*** Block opens ***
class _Audit:
    """One forecast check: the fit's level, slope and rate when it started, and
    the running mean of squared log errors (time taken / time predicted)."""

    def __init__(self, fraction, min_s):
        self.fraction = fraction   # horizon as a fraction of the fit's age
        self.min_s = min_s         # shortest horizon, s
        self.var = AUDIT_PRIOR_VAR  # (log time)^2
        self.n = 0                 # checks in the running mean (at most AUDIT_MEMORY)
        self.clear()

    def clear(self):
        self.age = -1.0            # fit age at the start, s; < 0: nothing waiting
        self.level = 0.0           # fitted level then, deg C
        self.slope = 0.0           # fitted slope then, deg C/s
        self.rate = 0.0            # fitted k then, 1/s

    def horizon_s(self, age_s):
        h = self.fraction * age_s
        return h if h > self.min_s else self.min_s

    def check(self, est, age_s, level, slope, rate, need_c):
        """At a block: learn from the waiting forecast if due, then start a new one.

        ``est`` makes the forecast (:meth:`ThermalEstimator._forecast_s`): the
        law its answers use.
        """
        if self.age >= 0.0:
            took = age_s - self.age
            if took < self.horizon_s(self.age):
                return
            moved = level - self.level
            if moved > need_c or moved < -need_c:
                pred = est._forecast_s(moved, self.level, self.slope, self.rate)
                err = AUDIT_LOG_CAP
                if pred is not None and pred > 0.0:
                    try:
                        err = math.log(took / pred)
                    except (ValueError, OverflowError):
                        pass
                    if err > AUDIT_LOG_CAP:
                        err = AUDIT_LOG_CAP
                    elif err < -AUDIT_LOG_CAP:
                        err = -AUDIT_LOG_CAP
                if self.n < AUDIT_MEMORY:
                    self.n += 1
                self.var += (err * err - self.var) / (self.n + 1)
        self.age = age_s
        self.level = level
        self.slope = slope
        self.rate = rate
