def test_a_search_range_with_a_count_names_the_option(tmp_path, capsys):
    """`size --range '1..200 W:5'` ended in "too many values to unpack".  A search range
    takes no ':N'; the message names the option and the range.  Common practice, no
    source."""
    f = tmp_path / "s.toml"
    f.write_text(TEXT)
    assert main(["size", str(f), "--adjust", "waveforms.p.peak", "--range", "1..200 W:5"]) == 2
    err = capsys.readouterr().err
    assert "--range = '1..200 W:5'" in err and "without ':N'" in err and "unpack" not in err


def test_drive_level_rows_equal_single_runs_serial_and_in_workers(scn):
    """A drive-level axis: the rows after the first reuse a periodic response scaled by
    linearity (network/rescale.py), in this process and in two workers (which start from
    the parent's built network); each equals a single run of its value to 1e-9 K
    (rounding; superposition, Carslaw and Jaeger 1959)."""
    plan = plan_sweep(scn, vary=["waveforms.p.peak=10..80 W:8"])
    serial = {r["key"]: r for r in run_sweep(plan).rows}
    pooled = {r["key"]: r for r in run_sweep(plan, workers=2).rows}
    assert serial.keys() == pooled.keys() and len(serial) == 8
    for key, row in serial.items():
        single = simulate(scn.with_value("waveforms.p.peak", row["waveforms.p.peak"]))
        for got in (row, pooled[key]):
            assert not got["error"]
            for f in ("peak_C", "mean_C"):
                want = getattr(single.probes["pa.junction"], f)
                assert abs(got[f"pa.junction.{f}"] - want) <= 1e-9, (key, f)

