def _collector_paused(handler, freeze: bool = False):
    """``handler`` with Python's cyclic garbage collector paused while it runs (its state
    restored after).  A command's imports (numpy, scipy, the network modules) create ~10^5
    objects that live to the end, and the collector scanned them ~110 times for nothing
    (~17 ms of CPU of a ~0.29 s ``pulsetherm run`` of the demo).  Reference counting still
    frees everything else at once: peak memory of every example and hostile file stays
    within 0.6 MB of a run with the collector.

    ``freeze``: the process ends after the command; its objects are frozen before the
    collector is turned back on, so neither the next young collection nor the full ones of
    the interpreter's exit walk them again (~35 ms more; outputs are closed by then, inside
    their ``with`` blocks).  Common practice, no source (:func:`gc.freeze`)."""
    def paused(args: argparse.Namespace) -> int:
        was = gc.isenabled()
        gc.disable()
        try:
            return handler(args)
        finally:
            if freeze:
                gc.freeze()
            if was:
                gc.enable()

    return paused


def _located(exc: BaseException, args: argparse.Namespace) -> BaseException:
    """A scenario error raised after loading (building, solving) carries no line: add the
    file and the line of its key, as the loader does."""
    from pulsetherm.network.scenario import ScenarioError

    file = getattr(args, "file", None)
    if (not isinstance(exc, ScenarioError) or exc.line is not None or exc.source
            or not exc.path or exc.path.startswith("-") or not file):
        return exc
    from pulsetherm.network.safe_io import read_text

    try:
        text = read_text(file, "scenario")
    except (OSError, ValueError):
        return exc
    located = exc.located(text, file)
    return located if located.line is not None else exc


def _out(text: str = "", file: TextIO | None = None) -> None:
    print(text, file=file or sys.stdout)


def _emit(res, as_json: bool, text) -> None:
    """Print a result as one JSON object (``--json``) or as the text ``text(res)``.

    JSON is strict: a NaN or infinity is an error (exit 2), never a bare ``NaN`` token that
    other JSON readers refuse.
    """
    if as_json:
        import json

        try:
            body = json.dumps(res.to_dict(), indent=2, allow_nan=False)
        except ValueError:
            raise ValueError("result: a value that is not a finite number; expected finite "
                             "figures only (nothing printed)") from None
        _out(body)
    else:
        _out(text(res))


# -- materials ---------------------------------------------------------------------------
def _cmd_materials(args: argparse.Namespace) -> int:
    from pulsetherm.tui.report import material_table, material_text
    from pulsetherm.network.materials import default_library

    lib = default_library()
    if args.name is None:
        _out(material_table(lib.materials()))
    else:
        _out(material_text(lib.get(args.name)))
    return EXIT_OK


def _load(args: argparse.Namespace):
    from pulsetherm.network.scenario import load, parse_literal

    scn = load(args.file, allow_paths=tuple(getattr(args, "allow_path", None) or ()))
    for item in getattr(args, "set", []) or []:
        path, sep, value = item.partition("=")
        if not sep or not path.strip():
            raise CliError(f"--set {item!r}: expected PATH=VALUE, e.g. coolant=30 degC")
        scn = scn.with_value(path.strip(), parse_literal(value.strip()))
    return scn


# -- run ---------------------------------------------------------------------------------
def _cmd_run(args: argparse.Namespace) -> int:
    from pulsetherm.network.simulate import simulate
    from pulsetherm.tui.report import run_table

    res = simulate(_load(args))
    _files(res, args, "plot_run")
    _emit(res, args.json, run_table)
    return EXIT_OK


def _files(res, args: argparse.Namespace, plotter: str) -> None:
    """Write ``--csv`` (the result's own table) and ``--plot`` (``tui.plots.<plotter>``),
    each atomically."""
    if args.csv:
        with atomic_output(args.csv) as fh:
            res.to_csv(fh)
    if args.plot:
        from pulsetherm.tui import plots
        getattr(plots, plotter)(res, args.plot)


def _margin(text: str) -> float:
    """``--margin``: a temperature difference >= 0 K (a negative one would pass a broken
    limit)."""
    from pulsetherm.network.scenario import parse_difference

    margin = parse_difference(text, "--margin")
    if margin < 0:
        raise CliError(f"--margin = {text!r}: expected a margin >= 0 K (a negative margin "
                       "would let a broken limit pass)")
    return margin


# -- check -------------------------------------------------------------------------------
def _cmd_check(args: argparse.Namespace) -> int:
    from pulsetherm.network.checks import judge
    from pulsetherm.network.simulate import simulate
    from pulsetherm.tui.report import check_text

    margin = _margin(args.margin)
    scn = _load(args)
    from pulsetherm.network.device_effects import check_rows  # droop/stability limits

    res = simulate(scn)
    chk = judge(res, margin, extra=check_rows(res.effects))
    _out(check_text(chk))
    return EXIT_LIMIT if chk.failed else EXIT_OK


# -- zth ---------------------------------------------------------------------------------
def _cmd_zth(args: argparse.Namespace) -> int:
    from pulsetherm.network.impedance import thermal_impedance
    from pulsetherm.tui.report import zth_text

    from pulsetherm.network.scenario import parse_quantity

    t_from = parse_quantity(args.t_from, "time", "--from").value
    res = thermal_impedance(_load(args), args.probe, t_from=t_from)
    _files(res, args, "plot_zth")
    _emit(res, args.json, zth_text)
    return EXIT_OK


# -- sweep -------------------------------------------------------------------------------
def _cmd_sweep(args: argparse.Namespace) -> int:
    from pulsetherm.network.sweep import plan_sweep, run_sweep
    from pulsetherm.tui.report import sweep_text

    from pulsetherm.network.sweep import MAX_ROWS, cpu_cap

    if not args.vary and not args.mc and not args.zip:
        raise CliError("sweep: give at least one --vary PATH=VALUES, --zip PATH=VALUES or "
                       "--mc PATH=DIST:WIDTH")
    if args.scheduler is None and not 1 <= args.workers <= cpu_cap():
        raise CliError(f"--workers {args.workers}: expected a whole number from 1 to "
                       f"{cpu_cap()} (the CPUs of this machine; a cluster takes --scheduler)")
    if args.mc and not 1 <= args.samples <= MAX_ROWS:
        raise CliError(f"--samples {args.samples}: expected a whole number from 1 to "
                       f"{MAX_ROWS} (rows of one sweep)")
    if args.resume and not args.out:
        raise CliError("--resume needs --out PATH (the rows to resume from)")
    scn = _load(args)
    plan = plan_sweep(scn, vary=args.vary, mc=args.mc, samples=args.samples, seed=args.seed,
                      paired=args.zip)
    progress = None if args.no_progress else _Progress(plan.size)
    res = run_sweep(plan, out=args.out, resume=args.resume, workers=args.workers,
                    scheduler=args.scheduler, progress=progress)
    if progress is not None:
        progress.close()
    _emit(res, args.json, sweep_text)
    if res.failed:
        where = f" (their errors are in {args.out})" if args.out else ""
        bug = (f"; {res.internal} on an internal error: this is a bug in pulsetherm, please "
               "report it" if res.internal else "")
        from pulsetherm.network.safe_io import printable

        first = printable(next(str(r["error"]) for r in res.rows if r.get("error")))
        first = first if len(first) <= 200 else first[:200] + " ..."
        print(f"pulsetherm sweep: {res.failed} of {len(res.rows)} rows failed{where}{bug}; "
              f"first: {first}", file=sys.stderr)
        return EXIT_INTERNAL if res.internal else EXIT_LIMIT
    return EXIT_OK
*** Block closes ***
#### [What to work on]
Using the entries shown above, reproduce verbatim the lines from the line bearing "gc.enable()" to the line bearing "def _out(text: str", inclusive.

#### [Response to this task]
                gc.enable()

    return paused


def _located(exc: BaseException, args: argparse.Namespace) -> BaseException:
    """A scenario error raised after loading (building, solving) carries no line: add the
    file and the line of its key, as the loader does."""
    from pulsetherm.network.scenario import ScenarioError

    file = getattr(args, "file", None)
    if (not isinstance(exc, ScenarioError) or exc.line is not None or exc.source
            or not exc.path or exc.path.startswith("-") or not file):
        return exc
    from pulsetherm.network.safe_io import read_text

    try:
        text = read_text(file, "scenario")
    except (OSError, ValueError):
        return exc
    located = exc.located(text, file)
    return located if located.line is not None else exc


def _out(text: str = "", file: TextIO | None = None) -> None:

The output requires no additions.